Exact copies of all the entries below are expected in the answer.

[Opening Material for the task section]

/*
 * Copyright (c) 2026 Apertura contributors.
 * SPDX-License-Identifier: EPL-2.0
 */
package org.apertura.migrate.layout;

import java.io.IOException;
import java.nio.file.Path;
import java.util.ArrayList;
import java.util.Collection;
import java.util.List;
import java.util.Map;
import java.util.Optional;
import java.util.TreeMap;

import org.apertura.engine.geom.Box;
import org.apertura.engine.geom.Polygon;
import org.apertura.layout.LayerKey;
import org.apertura.layout.flatten.FlattenResult;
import org.apertura.layout.flatten.Flattener;
import org.apertura.layout.gds.GdsReadResult;
import org.apertura.layout.gds.GdsReader;
import org.apertura.layout.model.Cell;
import org.apertura.rules.resolved.Layer;
import org.apertura.rules.resolved.ResolvedDeck;

/**
 * A layout's polygons by deck layer name, in the deck's database units.
 *
 * @param file      where the layout came from
 * @param topCell   the cell that was flattened
 * @param polygons  polygons per deck layer (GDS layer/datatype matched to the deck's layers); deck
 *                  layers the layout does not draw are absent
 * @param extent    the bounding box of every polygon of the cell on any layer (the top cell's
 *                  extent), null for an empty cell
 * @param warnings  reader and flattener warnings
 */
public record LayoutLayers(String file, String topCell, Map<String, List<Polygon>> polygons, Box extent,
        List<String> warnings) {

    /** Copies the collections. */
    public LayoutLayers {
        polygons = Map.copyOf(polygons);
        warnings = List.copyOf(warnings);
    }

    /**
     * Reads a GDSII file, flattens its top cell (or the named cell) and keeps the deck's layers.
     * When the file's database unit is a whole multiple of the deck's, coordinates are multiplied by
     * that factor; any other pair of units is refused.
     *
     * @throws IOException on read errors and format errors (naming the file and byte offset)
     * @throws IllegalArgumentException when the top cell is ambiguous or missing, or the units do not fit
     */
    public static LayoutLayers read(Path file, ResolvedDeck deck, Optional<String> cellName) throws IOException {
        GdsReadResult read = GdsReader.read(file);
        Cell top = chooseCell(file, read, cellName);
        FlattenResult flat = Flattener.flatten(top);
        double fileUnit = read.library().getMetresPerDatabaseUnit();
        double deckUnit = deck.databaseUnitMetres();
        double ratio = fileUnit / deckUnit;
        long factor = Math.round(ratio);
        if (factor < 1 || Math.abs(ratio - factor) > 1e-6 * ratio) {
            throw new IllegalArgumentException(file + ": database unit " + fileUnit + " m does not convert to the deck's "
                    + deckUnit + " m by a whole factor");
        }
        List<String> warnings = new ArrayList<>(read.warnings());
        warnings.addAll(flat.warnings());
        Map<String, List<Polygon>> byName = new TreeMap<>();
        Box extent = null;
        for (Map.Entry<LayerKey, List<Polygon>> e : flat.polygons().entrySet()) {
            List<Polygon> scaled = factor == 1 ? e.getValue() : scale(e.getValue(), factor);
            for (Polygon p : scaled) {
                long[] b = p.bounds();
                Box pb = new Box(b[0], b[1], b[2], b[3]);
                extent = extent == null ? pb : extent.union(pb);
            }
            for (Layer l : deck.layers()) {
                if (l.gdsLayer() == e.getKey().layer() && l.gdsDatatype() == e.getKey().datatype()) {
                    byName.computeIfAbsent(l.name(), k -> new ArrayList<>()).addAll(scaled);
                }
            }
        }
        return new LayoutLayers(file.toString(), top.getName(), byName, extent, warnings);
    }

    private static Cell chooseCell(Path file, GdsReadResult read, Optional<String> cellName) {
        if (cellName.isPresent()) {
            return read.library().getCells().stream().filter(c -> cellName.get().equals(c.getName())).findFirst()
                    .orElseThrow(() -> new IllegalArgumentException(file + ": no cell named '" + cellName.get() + "'"));
        }
        if (read.topCells().size() != 1) {
            throw new IllegalArgumentException(file + ": " + read.topCells().size() + " top cells ("
                    + String.join(", ", read.topCells().stream().map(Cell::getName).limit(10).toList())
                    + "); name the cell to analyse");
        }
        return read.topCells().get(0);
    }

    private static List<Polygon> scale(Collection<Polygon> ps, long f) {
        List<Polygon> out = new ArrayList<>(ps.size());
        for (Polygon p : ps) {
            long[] c = p.coordinates();
            for (int i = 0; i < c.length; i++) {
                c[i] = Math.multiplyExact(c[i], f);
            }
            out.add(Polygon.of(c));
        }
        return out;
    }
}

[Closing Material for the task section]

▸ **Exercise solution**
/*
 * Copyright (c) 2026 Apertura contributors.
 * SPDX-License-Identifier: EPL-2.0
 */
package org.apertura.migrate.layout;

import java.io.IOException;
import java.nio.file.Path;
import java.util.ArrayList;
import java.util.Collection;
import java.util.List;
import java.util.Map;
import java.util.Optional;
import java.util.TreeMap;

import org.apertura.engine.geom.Box;
import org.apertura.engine.geom.Polygon;
import org.apertura.layout.LayerKey;
import org.apertura.layout.flatten.FlattenResult;
import org.apertura.layout.flatten.Flattener;
import org.apertura.layout.gds.GdsReadResult;
import org.apertura.layout.gds.GdsReader;
import org.apertura.layout.model.Cell;
import org.apertura.rules.resolved.Layer;
import org.apertura.rules.resolved.ResolvedDeck;

/**
 * A layout's polygons by deck layer name, in the deck's database units.
 *
 * @param file      where the layout came from
 * @param topCell   the cell that was flattened
 * @param polygons  polygons per deck layer (GDS layer/datatype matched to the deck's layers); deck
 *                  layers the layout does not draw are absent
 * @param extent    the bounding box of every polygon of the cell on any layer (the top cell's
 *                  extent), null for an empty cell
 * @param warnings  reader and flattener warnings
 */
public record LayoutLayers(String file, String topCell, Map<String, List<Polygon>> polygons, Box extent,
        List<String> warnings) {

    /** Copies the collections. */
    public LayoutLayers {
        polygons = Map.copyOf(polygons);
        warnings = List.copyOf(warnings);
    }

    /**
     * Reads a GDSII file, flattens its top cell (or the named cell) and keeps the deck's layers.
     * When the file's database unit is a whole multiple of the deck's, coordinates are multiplied by
     * that factor; any other pair of units is refused.
     *
     * @throws IOException on read errors and format errors (naming the file and byte offset)
     * @throws IllegalArgumentException when the top cell is ambiguous or missing, or the units do not fit
     */
    public static LayoutLayers read(Path file, ResolvedDeck deck, Optional<String> cellName) throws IOException {
        GdsReadResult read = GdsReader.read(file);
        Cell top = chooseCell(file, read, cellName);
        FlattenResult flat = Flattener.flatten(top);
        double fileUnit = read.library().getMetresPerDatabaseUnit();
        double deckUnit = deck.databaseUnitMetres();
        double ratio = fileUnit / deckUnit;
        long factor = Math.round(ratio);
        if (factor < 1 || Math.abs(ratio - factor) > 1e-6 * ratio) {
            throw new IllegalArgumentException(file + ": database unit " + fileUnit + " m does not convert to the deck's "
                    + deckUnit + " m by a whole factor");
        }
        List<String> warnings = new ArrayList<>(read.warnings());
        warnings.addAll(flat.warnings());
        Map<String, List<Polygon>> byName = new TreeMap<>();
        Box extent = null;
        for (Map.Entry<LayerKey, List<Polygon>> e : flat.polygons().entrySet()) {
            List<Polygon> scaled = factor == 1 ? e.getValue() : scale(e.getValue(), factor);
            for (Polygon p : scaled) {
                long[] b = p.bounds();
                Box pb = new Box(b[0], b[1], b[2], b[3]);
                extent = extent == null ? pb : extent.union(pb);
            }
            for (Layer l : deck.layers()) {
                if (l.gdsLayer() == e.getKey().layer() && l.gdsDatatype() == e.getKey().datatype()) {
                    byName.computeIfAbsent(l.name(), k -> new ArrayList<>()).addAll(scaled);
                }
            }
        }
        return new LayoutLayers(file.toString(), top.getName(), byName, extent, warnings);
    }

    private static Cell chooseCell(Path file, GdsReadResult read, Optional<String> cellName) {
        if (cellName.isPresent()) {
            return read.library().getCells().stream().filter(c -> cellName.get().equals(c.getName())).findFirst()
                    .orElseThrow(() -> new IllegalArgumentException(file + ": no cell named '" + cellName.get() + "'"));
        }
        if (read.topCells().size() != 1) {
            throw new IllegalArgumentException(file + ": " + read.topCells().size() + " top cells ("
                    + String.join(", ", read.topCells().stream().map(Cell::getName).limit(10).toList())
                    + "); name the cell to analyse");
        }
        return read.topCells().get(0);
    }

    private static List<Polygon> scale(Collection<Polygon> ps, long f) {
        List<Polygon> out = new ArrayList<>(ps.size());
        for (Polygon p : ps) {
            long[] c = p.coordinates();
            for (int i = 0; i < c.length; i++) {
                c[i] = Math.multiplyExact(c[i], f);
            }
            out.add(Polygon.of(c));
        }
        return out;
    }
}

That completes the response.